Technical Details
The ttn-esp32 library is based on IBM's LMIC library. It adds a simpler high-level API and focuses on The Things Network. Plain LoRa is not supported.
The LMIC code is a based on MCCI's Arduino LMIC library. It seems to be the most actively maintained LMIC library. The ESP32 (and ESP-IDF) specific hardware abstraction layer (HAL) is a completely independent work. The high-level API (i.e. the TheThingsNetwork class) was inspired by the official The Things Network library.
As FreeRTOS (part of ESP-IDF) provides multi-tasking (unlike the Arduino ecosystem), it makes sense that all TTN functions block until they have completed the operation even if the operation takes several seconds or minutes. It greatly simplifies the use of the library. Other tasks continue to run.
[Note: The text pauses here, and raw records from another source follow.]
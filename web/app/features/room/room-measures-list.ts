import { ChangeDetectionStrategy, Component, computed, input } from '@angular/core';
import type { RoomMeasures } from '#shared/contract/rooms';
import type { StudioFormats } from '../../core/time/studio-formats';
import { HOUR_MS } from '../../core/time/zoned-time';
import { shareWords } from '../../core/units/measure-words';

const NONE = '–';

/** What the room has done over the period of the chart. */
@Component({
  selector: 'sr-room-measures-list',
  template: `<dl>
    @for (measure of list(); track measure.name) {
      <div>
        <dt>{{ measure.name }}</dt>
        <dd>{{ measure.value }}</dd>
        @if (measure.note) {
          <dd class="note">{{ measure.note }}</dd>
        }
      </div>
    }
  </dl>`,
  styles: `
    dl {
      display: flex;
      flex-wrap: wrap;
      gap: 18px 34px;
    }
    dt {
      font-size: 14px;
      color: var(--mat-sys-on-surface-variant);
    }
    dd {
      font-size: 24px;
      font-weight: 500;
      line-height: 1.15;
    }
    .note {
      max-inline-size: 24ch;
      font-size: 13px;
      font-weight: 400;
      color: var(--mat-sys-on-surface-variant);
    }
  `,
  changeDetection: ChangeDetectionStrategy.OnPush,
})
export class RoomMeasuresList {
  readonly measures = input.required<RoomMeasures>();
  readonly formats = input.required<StudioFormats>();

  protected readonly list = computed(() => {
    const m = this.measures();
    const f = this.formats();
    const written = (value: number | null, write: (value: number) => string) =>
      value === null ? NONE : write(value);
    return [
      { name: 'Time in its band', value: written(m.inBand, (share) => shareWords(share)), note: '' },
      {
        name: 'Mean kinetic temperature',
        value: written(m.meanKineticCelsius, f.temperature),
        note: `plain mean ${written(m.meanCelsius, f.temperature)}; the kinetic mean weighs warm hours more`,
      },
      {
        name: 'Lowest to highest',
        value: `${written(m.minCelsius, f.temperatureFigure)} to ${written(m.maxCelsius, f.temperature)}`,
        note: '',
      },
      { name: 'Daily swing', value: written(m.dailySwing, f.difference), note: 'mean of the local days' },
      {
        name: 'Swings counted',
        value: written(m.swingsCounted, (count) => count.toLocaleString('en-GB')),
        note: `of ${f.difference(2)} or more; a half cycle counts ½`,
      },
      { name: 'Mean humidity', value: written(m.meanHumidity, f.humidity), note: '' },
      {
        name: 'Observed',
        value: f.duration(m.observedHours * HOUR_MS),
        note: m.gapHours > 0 ? `${f.duration(m.gapHours * HOUR_MS)} without readings` : 'without a gap',
      },
    ];
  });
}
For ease of use, it was also decided to use a C++ class (instead of a bunch of C structures and functions). It better encapsulates the related operations and leads to shorter code. As a result, the callers of the library must also be written in C++.
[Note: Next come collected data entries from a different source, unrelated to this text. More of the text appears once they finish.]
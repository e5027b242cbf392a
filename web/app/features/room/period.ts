import { DAY_MS, HOUR_MS } from '../../core/time/zoned-time';

/** A stretch of time looked at: one that ends now, or one of one's own choice. Epoch ms. */
export type Period =
  { readonly kind: PeriodName } | { readonly kind: 'own'; readonly from: number; readonly to: number };

export type PeriodName = '6h' | '24h' | '7d' | '30d' | '1y';

export const PERIODS: readonly { readonly name: PeriodName; readonly label: string; readonly ms: number }[] =
  [
    { name: '6h', label: '6 h', ms: 6 * HOUR_MS },
    { name: '24h', label: '24 h', ms: DAY_MS },
    { name: '7d', label: '7 d', ms: 7 * DAY_MS },
    { name: '30d', label: '30 d', ms: 30 * DAY_MS },
    { name: '1y', label: '1 y', ms: 365 * DAY_MS },
  ];

/** First and last instant of a period, seen from now. */
export function span(period: Period, now: number): { readonly from: number; readonly to: number } {
  if (period.kind === 'own') return period;
  const ms = PERIODS.find(({ name }) => name === period.kind)?.ms ?? DAY_MS;
  return { from: now - ms, to: now };
}
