@pytest.mark.parametrize(
    ("name", "value"),
    [(AMPLITUDE, 500.0), (AMPLITUDE, -115.0), (FREQUENCY, 21.2e6), ("endcaps", -50.0), ("rods", 12.0)],
)
def test_the_nearest_value_of_a_limit_suits_the_ions_as_well(name: str, value: float) -> None:
    asked = {**NORTH_WORK, name: value}
    limits = [one for one in judge(NORTH, CALCIUM, asked, [name]).reasons if one.rule == rules.LIMIT]
    assert [one.quantity for one in limits] == [name]
    for reason in limits:
        assert reason.nearest is not None
        assert judge(NORTH, CALCIUM, {**asked, reason.quantity: reason.nearest}).accepted


@pytest.mark.parametrize("frequency_hz", [0.0, -5.0])
def test_a_frequency_that_is_none_is_answered_and_not_computed(frequency_hz: float) -> None:
    silly = {**NORTH_WORK, FREQUENCY: frequency_hz}
    assert rules.LIMIT in {one.rule for one in judge(NORTH, CALCIUM, silly).reasons}
    assert not any(reach.intervals for reach in window(NORTH, list(NORTH.catalogue.values()), silly).allowed.values())
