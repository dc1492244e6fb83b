package resample

import "tailgap/core/sample"

// Drawer draws resampled count tables for the rooms that judge replicates of
// their own. It may be used by several goroutines, each with its own Stream.
type Drawer struct{ drawer }

// NewDrawer makes a drawer of n people, with replacement, from the n people of
// a count table.
func NewDrawer(counts sample.Counts) Drawer { return Drawer{newDrawer(counts)} }

// Draw fills into with the number of people drawn of each distinct score.
func (d Drawer) Draw(r *Stream, into []int32) { d.draw(&r.stream, into) }

// Stream is a source of random numbers for Draw.
type Stream struct{ stream }

// Restart puts the stream at the start of a block of replicates: its numbers
// depend on seed and block alone.
func (r *Stream) Restart(seed uint64, block int) { r.restart(seed, block) }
The LMIC code mostly runs in a background task that is created when the TheThingsNetwork instance is initialized. It usually runs LMIC code when the DIO lines indicate an event or when a scheduled job is ready to be run.
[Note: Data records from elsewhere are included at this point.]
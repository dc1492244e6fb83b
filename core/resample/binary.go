package resample

import (
	"encoding/binary"
	"errors"
	"math"
)

// The binary form of a part, little-endian: its format, the plan's
// fingerprint, the blocks from and to, how many values are kept for each
// place and how many places there are; then the values, place by place.
const (
	partFormat = "tgpart01"
	partHeader = len(partFormat) + 8 + 4*4
)

// MarshalBinary implements encoding.BinaryMarshaler. It fails for a part that
// RunBlocks didn't make.
func (p Part) MarshalBinary() ([]byte, error) {
	if len(p.kept) == 0 {
		return nil, errors.New("an empty part can't be handed on")
	}
	count := len(p.kept[0])
	data := make([]byte, 0, partHeader+8*count*len(p.kept))
	data = append(data, partFormat...)
	data = binary.LittleEndian.AppendUint64(data, p.plan)
	for _, number := range []int{p.from, p.to, count, len(p.kept)} {
		data = binary.LittleEndian.AppendUint32(data, uint32(number))
	}
	for _, values := range p.kept {
		for _, x := range values {
			data = binary.LittleEndian.AppendUint64(data, math.Float64bits(x))
		}
	}
	return data, nil
}

// UnmarshalBinary implements encoding.BinaryUnmarshaler. It refuses what is no
// part; Merge refuses a part that is of another plan.
func (p *Part) UnmarshalBinary(data []byte) error {
	wrong := errors.New("these bytes are no part of replicates")
	if len(data) < partHeader || string(data[:len(partFormat)]) != partFormat {
		return wrong
	}
	header, body := data[len(partFormat):partHeader], data[partHeader:]
	number := func(i int) uint64 { return uint64(binary.LittleEndian.Uint32(header[8+4*i:])) }
	from, to, count, places := number(0), number(1), number(2), number(3)
	// count and places are below 2³²: their product fits, eight times it may not
	if from > to || to > math.MaxInt32 || places == 0 || len(body)%8 != 0 || count*places != uint64(len(body)/8) || count == 0 && places > 1<<24 {
		return wrong
	}
	part := Part{plan: binary.LittleEndian.Uint64(header), from: int(from), to: int(to), kept: make([][]float64, places)}
	for i := range part.kept {
		part.kept[i] = make([]float64, count)
		for j := range part.kept[i] {
			x := math.Float64frombits(binary.LittleEndian.Uint64(body))
			if !(x >= 0 && x <= math.MaxFloat64) {
				return wrong
			}
			part.kept[i][j], body = x, body[8:]
		}
	}
	*p = part
	return nil
}
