package resample

import "math/rand/v2"

// stream is the source of random numbers for one block of replicates. Its
// numbers depend on the seed and the block alone, so that the split of the
// work over goroutines changes nothing.
type stream struct{ rand.PCG }

// restart puts the stream at the start of a block.
func (r *stream) restart(seed uint64, block int) {
	r.Seed(mix(seed), mix(seed^mix(uint64(block)+1)))
}

// mix spreads the bits of close numbers (SplitMix64's finaliser; Steele, Lea
// & Flood 2014).
func mix(x uint64) uint64 {
	x += 0x9e3779b97f4a7c15
	x = (x ^ x>>30) * 0xbf58476d1ce4e5b9
	x = (x ^ x>>27) * 0x94d049bb133111eb
	return x ^ x>>31
}

// uniform is a number in [0,1) with 53 random bits.
func (r *stream) uniform() float64 { return float64(r.Uint64()>>11) / (1 << 53) }
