package shape

import (
	"math"
	"slices"

	"tailgap/core/resample"
)

// assembly gives the estimates their intervals. There are no replicates when
// everyone was counted.
type assembly struct {
	plan       *Plan
	features   Features
	estimates  *values
	replicates []values
	bins       bool // the replicates were drawn from bins, and heaps have no interval
	n, t       float64
}

func assemble(plan *Plan, f Features, estimates *values, replicates []values, bins bool) Findings {
	n := plan.Table.Counts.N
	a := assembly{plan, f, estimates, replicates, bins, float64(n), resample.StudentT(n, plan.Level)}
	out := Findings{Skewness: a.skewness(), ExcessKurtosis: a.excessKurtosis(), Features: f, Replicates: len(replicates)}
	for c := range estimates.cutoffs {
		out.Cutoffs = append(out.Cutoffs, a.effects(c))
	}
	return out
}

// of is a value of every replicate.
func (a *assembly) of(get func(*values) float64) []float64 {
	all := make([]float64, len(a.replicates))
	for i := range a.replicates {
		all[i] = get(&a.replicates[i])
	}
	return all
}

func (a *assembly) skewness() Value {
	value, variance := func(v *values) float64 { return v.skewness }, func(v *values) float64 { return v.skewnessVariance }
	out := Value{Estimate: a.estimates.skewness, Interval: a.studentised(value, variance)}
	if out.Interval != nil {
		most := (a.n - 2) / math.Sqrt(a.n-1)
		*out.Interval = between(*out.Interval, -most, most)
	}
	return out
}

func (a *assembly) excessKurtosis() Value {
	logarithm := func(v *values) float64 { return math.Log(v.kurtosis) }
	variance := func(v *values) float64 { return v.kurtosisVariance / (v.kurtosis * v.kurtosis) }
	out := Value{Estimate: a.estimates.kurtosis - 3}
	if i := a.studentised(logarithm, variance); i != nil {
		kurtosis := between(resample.Interval{Low: math.Exp(i.Low), High: math.Exp(i.High)}, 1, a.n-2+1/(a.n-1))
		out.Interval = &resample.Interval{Low: kurtosis.Low - 3, High: kurtosis.High - 3}
	}
	return out
}

// between is the interval cut off at the least and the most.
func between(i resample.Interval, least, most float64) resample.Interval {
	return resample.Interval{Low: math.Max(i.Low, least), High: math.Min(i.High, most)}
}

// effects are those at one cutoff.
func (a *assembly) effects(c int) (effects Effects) {
	parts := &a.estimates.cutoffs[c]
	for kind := range kinds {
		if !a.plan.applies(kind, c, a.features) || math.IsNaN(parts.value[kind]) {
			continue
		}
		value := func(v *values) float64 { return v.cutoffs[c].value[kind] }
		v := &Value{Estimate: parts.value[kind]}
		switch {
		case kind == MeanAndSD || kind == HalfStep:
			v.Interval = a.studentised(value, func(v *values) float64 { return v.cutoffs[c].variance[kind] })
		case kind == Asymmetry || kind == Rest:
			v.Interval = a.hull(value, ghosts(a.n, parts.outside))
		case kind == Farthest || kind == Heaps && a.bins:
		case kind == Heaps:
			v.Interval = a.hull(value, ghosts(a.n, parts.astride))
		default:
			v.Interval = a.hull(value, 0)
		}
		effects[kind] = v
	}
	return effects
}

// ghosts is the variance that four made-up people, two of them in the share q,
// add to half of that share (Agresti & Coull 1998).
func ghosts(n, q float64) float64 {
	shrunk := (n*q + 2) / (n + 4)
	return math.Max(0, shrunk*(1-shrunk)-q*(1-q)) / (4 * n)
}

// applies is true where a kind makes a part of a cutoff's gap.
func (p *Plan) applies(kind Kind, c int, f Features) bool {
	fitted := p.Table.Curve.Fitted
	switch kind {
	case MeanAndSD:
		return !fitted
	case HalfStep:
		for i, end := range p.Cutoffs[c].Judged {
			if end.Point != p.Cutoffs[c].Half[i].Point {
				return true
			}
		}
		return false
	case Floor:
		return fitted && f.Floor.People > 0
	case Ceiling:
		return fitted && f.Ceiling.People > 0
	case Heaps:
		return f.Heaps.Spacing > 0
	case Extremes:
		return fitted && f.Extremes > 0
	case Farthest:
		return fitted && f.Outlier
	}
	return true
}

// studentised is the interval of max(t, q) standard errors each way, q the
// level's quantile of the studentised replicates, of a value with n times its
// variance; nil where there is no standard error.
func (a *assembly) studentised(value, variance func(*values) float64) *resample.Interval {
	estimate, least := value(a.estimates), variance(a.estimates)
	if !(least > 0) {
		return nil
	}
	variances := a.of(variance)
	var squares []float64
	for i, x := range a.of(value) {
		d := x - estimate
		if square := d * d * a.n / math.Max(variances[i], 0.05*least); !math.IsNaN(square) {
			squares = append(squares, square)
		}
	}
	if !a.plan.enough(len(squares)) {
		return nil
	}
	slices.Sort(squares)
	margin := math.Max(a.t, math.Sqrt(squares[resample.Rank(len(squares), a.plan.Level)-1])) * math.Sqrt(least/a.n)
	return &resample.Interval{Low: estimate - margin, High: estimate + margin}
}

// hull is the interval that holds t standard errors of the replicates each
// way and their percentile interval; extra is added to their variance.
func (a *assembly) hull(value func(*values) float64, extra float64) *resample.Interval {
	all := slices.DeleteFunc(a.of(value), math.IsNaN)
	if !a.plan.enough(len(all)) {
		return nil
	}
	mean, squares := 0.0, 0.0
	for _, x := range all {
		mean += x / float64(len(all))
	}
	for _, x := range all {
		squares += (x - mean) * (x - mean)
	}
	estimate, rank := value(a.estimates), resample.Rank(len(all), (1+a.plan.Level)/2)
	margin := a.t * math.Sqrt(squares/float64(len(all)-1)+extra)
	slices.Sort(all)
	around := resample.Interval{Low: estimate - margin, High: estimate + margin}
	return new(around.Hull(resample.Interval{Low: all[len(all)-rank], High: all[rank-1]}))
}
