package resample_test

import (
	"fmt"
	"testing"

	"github.com/stretchr/testify/assert"
	"github.com/stretchr/testify/require"
	"gonum.org/v1/gonum/floats/scalar"

	"tailgap/core/curve"
	"tailgap/core/cutoff"
	"tailgap/core/gap"
	"tailgap/core/resample"
	"tailgap/core/sample"
	"tailgap/testdata"
)

// row is one gap computed by testdata/generate/interval.R, a separate
// implementation in R of the formulas that package gap documents, itself
// checked against one in SciPy.
type row struct {
	Cutoff, From, To float64
	Side             cutoff.Side
	HalfStep         bool    `json:"half_step"`
	Level            float64 `json:"level"`
	Weight           *float64
	Z                *float64
	CurveShare       float64 `json:"curve_share"`
	Counted          *float64
	V                float64  `json:"v"`
	D                float64  `json:"D"`
	PTilde           float64  `json:"p_tilde"`
	Kappa            float64  `json:"kappa"`
	SE               float64  `json:"se_points"`
	T                float64  `json:"t"`
	Low              *float64 `json:"i2_low_points"`
	High             *float64 `json:"i2_high_points"`
	TakesHull        *bool    `json:"takes_hull"`
}

type column struct {
	Dataset, Column string
	Step            *float64
	Cutoffs         []row
	Stretches       []row
	Combinations    []row
	Given           struct {
		Mean, SD float64
		Cutoffs  []row
	} `json:"given_curve"`
}

func (c column) table(shape *curve.Given) (gap.Table, sample.Scale) {
	counts := sample.Count(testdata.Open(c.Dataset, c.Column))
	moments := counts.Moments()
	normal := curve.FitNormal(moments)
	if shape != nil {
		normal = shape.Normal()
	}
	step := sample.StepChoice{None: true}
	if c.Step != nil {
		step = sample.StepChoice{Size: *c.Step}
	}
	return gap.NewTable(counts, moments, normal), sample.NewScale(counts, moments.SD, step, nil)
}

func near(t *testing.T, want, got float64, what string, where any) {
	t.Helper()
	assert.Truef(t, scalar.EqualWithinAbsOrRel(want, got, 1e-12, 1e-9), "%s: want %.15g, got %.15g (%v)", what, want, got, where)
}

func TestIntervalAgreesWithR(t *testing.T) {
	var file struct{ Columns []column }
	testdata.JSON("interval/interval.json", &file)
	require.Len(t, file.Columns, 13)
	checked := map[string]int{}
	for _, c := range file.Columns {
		fitted, scale := c.table(nil)
		given, _ := c.table(&curve.Given{Mean: c.Given.Mean, SD: c.Given.SD})
		for _, r := range c.Cutoffs {
			checked["cutoff"]++
			checkTail(t, fitted, scale, r, c.Dataset+"."+c.Column)
		}
		for _, r := range c.Combinations {
			checked["combination"]++
			checkTail(t, fitted, scale, r, c.Dataset+"."+c.Column+" weighted")
		}
		for _, r := range c.Given.Cutoffs {
			checked["given"]++
			checkTail(t, given, scale, r, c.Dataset+"."+c.Column+" given")
		}
		for _, r := range c.Stretches {
			checked["stretch"]++
			ends := gap.Ends(scale, cutoff.Cutoff{Side: cutoff.Stretch, At: r.From, To: r.To}, r.HalfStep)
			checkEstimate(t, fitted.Estimate(fitted.Region(ends)), 1, r, fmt.Sprint(c.Dataset, ".", c.Column, " ", r.From, "..", r.To))
		}
	}
	for _, kind := range []string{"cutoff", "combination", "given", "stretch"} {
		assert.Greater(t, checked[kind], 50, kind)
	}
}

func checkEstimate(t *testing.T, e *gap.Estimate, weight float64, r row, where string) {
	t.Helper()
	near(t, r.V, e.V, "v", where)
	near(t, r.D, e.D, "D", where)
	near(t, r.Kappa, e.Kappa(weight), "κ", where)
	near(t, r.SE, 100*e.SE(weight), "SE", where)
}

func checkTail(t *testing.T, table gap.Table, scale sample.Scale, r row, name string) {
	t.Helper()
	where := fmt.Sprintf("%s %v%v half-step %v level %v", name, r.Side, r.Cutoff, r.HalfStep, r.Level)
	ends := gap.Ends(scale, cutoff.Cutoff{Side: r.Side, At: r.Cutoff}, r.HalfStep)
	e := table.Estimate(table.Region(ends))
	weight := 1.0
	if r.Weight != nil {
		weight = *r.Weight
	}
	checkEstimate(t, e, weight, r, where)
	quantile := resample.StudentT(table.Counts.N, r.Level)
	near(t, r.T, quantile, "t", where)
	low, high := e.ScoreLimits(weight, quantile)
	limits := resample.Interval{Low: low, High: high}
	share, p := e.Curve, e.Shrunk()
	if r.Side.Lower() {
		limits, share, p = limits.Mirror(1-weight), e.CurveShort(), 1-p
	}
	near(t, r.CurveShare, share, "curve share", where)
	near(t, r.PTilde, p, "p̃", where)
	if r.Z != nil {
		near(t, *r.Z, table.Curve.Z(ends[0].Point), "z", where)
	}
	if r.TakesHull != nil {
		assert.Equal(t, *r.TakesHull, e.Few(), where)
	}
	require.NotNil(t, r.Low, where)
	near(t, *r.Low, 100*limits.Low, "low score limit", where)
	near(t, *r.High, 100*limits.High, "high score limit", where)
}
Interrupt handler communicate with the background task using task notifications. So do timers. So the background task either executes LMIC code or it waits for the next notification.
In the figure, the term caller task is used for the task that calls the ttn-esp32 library. If there is work to do, the caller task will use a task notification to wake up the background task and have it do LoRA work. The caller will wait until the background task has completed the work. As part of the work, the background task might also wait for events (e.g. waiting until the RX window has expired or data is received).
Once the background task has completed the operation, it will post the status to a queue (the caller queue in the above figure). The caller task implements the waiting as the waiting for the next element in the caller queue.
For AES encryption, the ESP32's dedicated hardware unit is used. Given the small amount of data transferred, the speed gain is negligible. However, the code size shrinks by about 5 kBytes.
The Arduino LMIC library can optionally poll the SX127x status register in the run loop, i.e. many times a second. Even though this is not optimal, it can work without wiring the DIOx pins. The ttn-esp32 library does not implement polling and requires the DIO0 and DIO1 pins to be connected to the ESP32.